I have the following code to detect duplicates in a single table:
UPDATE tab
SET dup = 'Y'
WHERE ROWID IN
(SELECT tab_o.ROWID
FROM tab tab_o,
(SELECT *
FROM tab tab_i
WHERE ROWID IN
(SELECT ROWID
FROM
(SELECT ROWID,
ROW_NUMBER() OVER(PARTITION BY a, b, c ORDER BY a, b, c) dupl
FROM tab
WHERE a IS NOT NULL
AND a = 1
AND b = 1
AND c = 3
)
WHERE dupl > 1
)
) res
WHERE tab_o.a = res.a
AND tab_o.b = res.b
AND tab_o.c = res.c
);
I googled so many websites, and found that most of the people follow this efficient way. But no where i found the proper explanation on how these nested queries works.

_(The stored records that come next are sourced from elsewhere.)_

/**
 * What a fit uses when the request leaves an option out: one place for the server, the command line and the fit form,
 * so the form shows exactly what the server would do with an empty field.
 */

/** Bounds used when none are given: wide enough for helium (ε/k ≈ 10 K) to large organic molecules. */
export const DEFAULT_LJ_BOUNDS: { epsilonK: [number, number]; sigmaAngstrom: [number, number] } = {
  epsilonK: [1, 5000],
  sigmaAngstrom: [1, 15],
};

/** Perturbed restarts after the first start: a guard against a poor local minimum. */
export const DEFAULT_RESTARTS = 2;

/**
 * Engine settings of the density fit's simulations when the request names none: 128 atoms (the smallest box that
 * holds rc = 2.5σ twice at liquid densities) and 5000 steps, which every run extends by itself towards 50 effectively
 * independent samples (up to 20 000 steps): ρ* to about 0.5–1 % per run with an honest error, about a second of one
 * core each. Reweighting pools the runs, so the fit's predictions hold more samples than any one run.
 */
export const DENSITY_FIT_DEFAULTS = { atoms: 128, steps: 5000, cutoff: 2.5, scheme: 'truncated-tail' as const, seed: 20261201 };

/** Steps per walker kept by the posterior sampler when the request names none. */
export const DEFAULT_POSTERIOR_SAMPLES = 1000;

/** Seed of the posterior sampler when the request names none (kept beside the sampler). */
export { POSTERIOR_SEED } from './posterior';

/** The held Mie exponent the fit form offers first (the README's example); the server has none: a Mie request names it. */
export const SUGGESTED_REPULSIVE_EXPONENT = 16;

Make it simplier. No analytics needed.
Sample table:
12:57:37 SYSTEM@dwal> create table dupe_test
2 (a number, b number, c number, is_dupe char);
Table created.
12:57:50 SYSTEM@dwal> insert all
12:57:50 2 into dupe_test values (1, 1, 1, 'n')
12:57:50 3 into dupe_test values (1, 1, 1, 'n')
12:57:50 4 into dupe_test values (1, 1, 1, 'n')
12:57:50 5 into dupe_test values (1, 2, 1, 'n')
12:57:50 6 into dupe_test values (1, 2, 1, 'n')
12:57:50 7 into dupe_test values (1, 2, 1, 'n')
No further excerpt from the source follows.